When I was an undergraduate, I mostly devoted myself to studying really hard so that I can get good grades. Some years later, when I became a graduate student, I understood a lot about the context of my undergraduate years. Among others, it forcefully hit me that I was a nationalist. That I have never really critically engaged with this idea that there is a nation, and I am a part of it, thus sharing its features. Living in a multicultural country, I never registered the signs of multiculturalism. I should have: I would always travel past the Greek cultural center on my way downtown. I have heard a lot about the Gypsies - and would not shy away from calling them Gypsies to their face (not to mention the fear of being 'stolen' by one of 'them' or of having my gold earrings violently pulled from my ears by Gypsies...). And every now and then, stories of mixed ethnicity in my family were retold at family reunions.
Yet, I never registered them with a critical eye. They never told me that there is something else beyond the nation to which I was belonging. Hey, they never told me that my nation was to be questioned, dissected, or interrogated. I was a believer. But then I switched sides, and I 'blame' it all on grad school. My colleagues and professors made me want to look for more, made me think of those things I took for granted. I read, I learned, I started paying attention - first and foremost to myself.

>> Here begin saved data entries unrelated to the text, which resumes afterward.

@dataclass
class Capability:
    """Where the load's depths fall: ``depths`` [m] of the drawn parts, the plan's ``soak`` [s] and its nominal
    depth [m], the drawing's window [m], the bands used and, per input, the depth at the low and high ends of
    its band with everything else nominal (the sensitivity)."""

    values: dict
    soak: float
    nominal: float
    depths: np.ndarray
    window: tuple[float, float]
    bands: dict[str, float]
    spread: Spread
    sensitivity: dict[str, tuple[float, float]]
    composition_range: dict[str, tuple[float, float]]
    centred: "Centred | None" = None
    figures: dict[str, np.ndarray] = field(default_factory=dict)  # the parts' other figures (FIGURES), by key
    #: the parts' carbon profiles at the end: depths [m] (the nominal part's nodes) and the 5th and 95th
    #: percentiles of the carbon there [wt %]; None where the results have no carbon profile (nitriding)
    profile_band: tuple[np.ndarray, np.ndarray, np.ndarray] | None = None
    #: how sure the treatment's model is of the depth, in words, where it says (nitriding, until calibrated): the
    #: load's spread is on top of it, so it is printed beside the spread
    model_uncertainty: str | None = None
    #: the stages held at temperature whose lengths make ``soak``, and each one's share of it (the plan's split: boost
    #: and diffuse, its own soaks, two nitriding stages), ``(name, share)``
    held: tuple[tuple[str, float], ...] = (("soak", 1.0),)
    #: the plan's surface-carbon window [wt %] (boost and diffuse), which a part must meet too to count as inside
    surface_window: tuple[float, float] | None = None
    #: per input, the surface carbon [wt %] at the low and high ends of its band (with a surface window)
    surface_sensitivity: dict[str, tuple[float, float]] = field(default_factory=dict)

    #: a load is capable when at least this share of its parts lands inside the window (common practice: 95 %)
    WANTED_SHARE = 0.95

    PERCENTILES = (1, 5, 50, 95, 99)

    @property
    def percentiles(self) -> dict[str, float]:
        """p1, p5, p50, p95 and p99 of the depth [m]."""
        return {f"p{p}": float(np.percentile(self.depths, p)) for p in self.PERCENTILES}

    @property
    def surface(self) -> np.ndarray | None:
        """The parts' surface carbon [wt %], where the plan has a surface-carbon window."""
        return None if self.surface_window is None else self.figures["surface_carbon_pct"]

    @property
    def share_in_window(self) -> float:
        """The share of parts inside the drawing's window (and inside the surface-carbon window, where the plan has
        one)."""
        return _inside(self.depths, self.window, self.surface, self.surface_window)[2]

    @property
    def share_in_depth_window(self) -> float:
        return _inside(self.depths, self.window, self.surface, self.surface_window)[0]

    @property
    def share_in_surface_window(self) -> float | None:
        return None if self.surface_window is None else _inside(self.depths, self.window, self.surface,
                                                                 self.surface_window)[1]

    def held_words(self, soak: float, short: bool = False) -> str:
        """The held stages for a time at temperature of ``soak`` [s], in words (``short``: without the total)."""
        if len(self.held) == 1:  # "soak 5 h 59 min"; a counted name apart: "6 pulses, 2 h 26 min"
            name = self.held[0][0]
            return f"{name}{',' if any(c.isdigit() for c in name) else ''} {format_duration(soak)}"
        parts = " + ".join(f"{name} {format_duration(share * soak)}" for name, share in self.held)
        return parts if short else f"{parts}, the plan's split of {format_duration(soak)} at temperature"

    def held_to_dict(self, soak: float) -> list[dict]:
        return [{"stage": name, "time_h": share * soak / 3600.0} for name, share in self.held]

    @property
    def cp(self) -> float:
        """Cp = (USL − LSL) / 6σ (ISO 22514-2; from memory)."""
        sigma = float(np.std(self.depths, ddof=1))
        return math.inf if sigma == 0.0 else (self.window[1] - self.window[0]) / (6.0 * sigma)

    @property
    def cpk(self) -> float:
        """Cpk = min(USL − μ, μ − LSL) / 3σ (ISO 22514-2; from memory)."""
        sigma = float(np.std(self.depths, ddof=1))
        mean = float(np.mean(self.depths))
        room = min(self.window[1] - mean, mean - self.window[0])
        return math.inf if sigma == 0.0 else room / (3.0 * sigma)

    def figure_percentiles(self, name: str) -> dict[str, float]:
        """p1 … p99 of one of the parts' other figures, in its own unit (the key's suffix)."""
        return {f"p{p}": float(np.percentile(self.figures[name], p)) for p in self.PERCENTILES}

    def ranked(self, sensitivity: Mapping[str, tuple[float, float]] | None = None) -> list[tuple[str, float]]:
        """Inputs by how far their band alone moves the depth (or what ``sensitivity`` gives, e.g. the surface
        carbon: half the low-to-high change), largest first."""
        table = self.sensitivity if sensitivity is None else sensitivity
        moves = {key: abs(high - low) / 2.0 for key, (low, high) in table.items()}
        return sorted(moves.items(), key=lambda item: -item[1])

    def to_dict(self) -> dict:
        return {
            "soak_time_h": self.soak / 3600.0, "nominal_depth_mm": self.nominal * 1e3,
            "case_depth_percentiles_mm": {k: v * 1e3 for k, v in self.percentiles.items()},
            "share_in_window": self.share_in_window, "cp": _finite(self.cp), "cpk": _finite(self.cpk),
            "window_mm": [self.window[0] * 1e3, self.window[1] * 1e3],
            **{_percentiles_key(name): self.figure_percentiles(name) for name in self.figures},
            **({"hardness_uncertainty_hrc": FIGURE_UNCERTAINTY["surface_hardness_hrc"]}
               if any(name in FIGURE_UNCERTAINTY for name in self.figures) else {}),
            "sensitivity": {key: {"low_mm": low * 1e3, "high_mm": high * 1e3}
                            for key, (low, high) in self.sensitivity.items()},
            **({} if self.centred is None else {
                "centred_soak_time_h": self.centred.soak / 3600.0, "share_in_window_at_centred": self.centred.share,
                "centred_held_stages": self.held_to_dict(self.centred.soak)}),
            "held_stages": self.held_to_dict(self.soak),
            **({} if self.surface_window is None else {
                "surface_window_pct": list(self.surface_window), "share_in_depth_window": self.share_in_depth_window,
                "share_in_surface_window": self.share_in_surface_window,
                "surface_sensitivity": {key: {"low_pct": low, "high_pct": high}
                                        for key, (low, high) in self.surface_sensitivity.items()}}),
            "warnings": self.warnings(),
            **({"model_uncertainty": self.model_uncertainty} if self.model_uncertainty else {}),
            "spread": {"bands": dict(self.bands), "composition": self.spread.composition,
                       "composition_range_pct": {el: list(r) for el, r in self.composition_range.items()},
                       "distribution": self.spread.distribution, "samples": self.spread.samples,
                       "seed": self.spread.seed},
        }

    def sheet_line(self, units: DisplayUnits) -> str:
        """The load's spread in a few words, for the process sheet's result."""
        pct = self.percentiles
        return (f"load spread ({self.spread.samples} parts, shop's tolerances): "
                f"{formats.length_range(pct['p5'], pct['p95'], units)} for 90 % of parts, "
                f"{formats.percent(100 * self.share_in_window)} inside"
                f"{' both windows' if self.surface_window is not None else ''}, Cpk\u00a0{_index(self.cpk)}")

    def text(self, units: DisplayUnits) -> str:
        pct = self.percentiles
        low, high = self.window
        lines = [f"Capability: {self.held_words(self.soak)} (the plan's aim, {units.format_length(self.nominal)}), "
                 f"{self.spread.samples} parts drawn (Latin hypercube), {self.spread.distribution} bands"]
        bands = [f"{SPREAD_INPUTS[k].label} {SPREAD_INPUTS[k].describe(b, units)}" for k, b in self.bands.items()]
        bands.append("composition " + ("nominal" if not self.composition_range else "over the grade's range"))
        lines.append("  spread            " + "; ".join(bands))
        lines.append("  depth             " + " · ".join(f"{k} {units.format_length(v)}" for k, v in pct.items()))
        if self.model_uncertainty:
            lines.append(f"  the model's own   {self.model_uncertainty} (on top of the load's spread)")
        for name in self.figures:
            label, shown = FIGURES[name]
            sure = (f" (each ±{formats.trimmed(FIGURE_UNCERTAINTY[name], 1)} HRC: the model's own uncertainty)"
                    if name in FIGURE_UNCERTAINTY else "")
            lines.append(f"  {label:17s} " + " · ".join(f"{k} {shown(v)}" for k, v in self.figure_percentiles(name).items())
                         + sure)
        lines.append(f"  drawing window    {formats.length_range(low, high, units)}: "
                     f"{formats.percent(100 * self.share_in_depth_window)} inside; Cp {_index(self.cp)}, Cpk {_index(self.cpk)}")
        if self.surface_window is not None:
            lines.append(f"  surface window    {formats.carbon_range(*self.surface_window)}: "
                         f"{formats.percent(100 * self.share_in_surface_window)} inside; both windows "
                         f"{formats.percent(100 * self.share_in_window)}")
        moves = [f"{_label(k)} {formats.length_effect(m, units)}" for k, m in self.ranked()]
        lines.append("  moves it most     " + ", ".join(moves))
        if self.surface_sensitivity:
            moves = [f"{_label(k)} {formats.carbon_effect(m)}" for k, m in self.ranked(self.surface_sensitivity)]
            lines.append("  moves surface C   " + ", ".join(moves))
        if self.centred is not None:
            lines.append(f"  centred           {self.held_words(self.centred.soak)}: "
                         f"{formats.percent(100 * self.centred.share)} inside (the plan's aim: "
                         f"{formats.percent(100 * self.share_in_window)})")
        lines += [f"Warning: {w}" for w in self.warnings(units)]
        return "\n".join(lines)

    def warnings(self, units: DisplayUnits = DisplayUnits()) -> list[str]:
        """A load that is not capable, and what to tighten first (lengths in ``units``): the input that moves the
        depth most, or the surface carbon where that window is the one missed."""
        shares = _inside(self.depths, self.window, self.surface, self.surface_window)
        if self.centred is not None and self.centred.share > shares[2]:
            shares = _inside(self.centred.depths, self.window, self.centred.surface, self.surface_window)
        best = shares[2]
        if best >= self.WANTED_SHARE or not self.sensitivity:
            return []
        where = "at the plan's time at temperature" if self.centred is None else "at any time at temperature"
        missed = formats.length_range(*self.window, units)
        if self.surface_window is not None:
            missed += f" and {formats.carbon_range(*self.surface_window)} at the surface"
        depth_short = shares[0] < self.WANTED_SHARE or not self.surface_sensitivity
        first = self.ranked()[0][0] if depth_short else self.ranked(self.surface_sensitivity)[0][0]
        return [f"Fewer than {formats.percent(100 * self.WANTED_SHARE)} of the parts land inside {missed} {where} "
                f"(best {formats.percent(100 * best)}): tighten the {_label(first)} first; it moves the "
                f"{'depth' if depth_short else 'surface carbon'} most."]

And I became convinced that - just as in 1848, students actively stirred the social unrest and participated in the shaping of their cities - students nowadays will once again shape their societies by challenging and deconstructing racism, intolerance, xenophobia, sexism, nationalism and so on. I embraced the May 1968 events with the (somehow bizarre) optimism that universities are the last bastion of critical thinking.
As I'm now doing some reading on nationalism, my own story as a student came back to mind. The article I'm just reading - Jon E. Fox (2006) "Consuming the Nation" - briefly reflects on the role of students in nationalist movements. Students, writes fox, are the "torchbearers of their respective nations". Yes, with the caveat that some of them do change into the critiques and challengers of nations altogether.
Photo credits: Somewhere on the internet...
Thursday, August 28, 2008
Tuesday, August 26, 2008
The constraints of national identity
I have discussed Wayne Norman's book on Negotiating Nationalism in a previous post. Here I want to talk about national identity - and why I find it so limiting, annoying and unsuitable for a world in which we would like to be mobile, to have our human dignity recognized and to challenge/ change/ sanction physical and systemic violence. In chapter 2, devoted to National Identity, Norman outlines some of the underlying assumptions, beliefs and sentiments that make the national identity. And here is exactly why I think we need to become creative, get rid of national identities and imagine new ways of mobilizing loyalties and justifying the social contract:
National identity, argues Norman, is based on the following sets of:
- beliefs: that there is a nation of which I am a member, which has a homeland. Furthermore, you cannot become a member of the nation just by moving there, although in some situations (certainly not if you are of Turkish background in Germany for instance) being born there out of immigrant parents may qualify you as a national. In other words, one remains eternally (or at least for the duration of one's life) defined by his/ her nation and his/her homeland. One is eternally doomed to be a stranger, should he or she decide to move somewhere else. One cannot never be 'part of us'. Now, I find this not only narrow-minded, but increasingly unsuitable for our contemporary world (read a very interesting article on this by Arash Abizadeh)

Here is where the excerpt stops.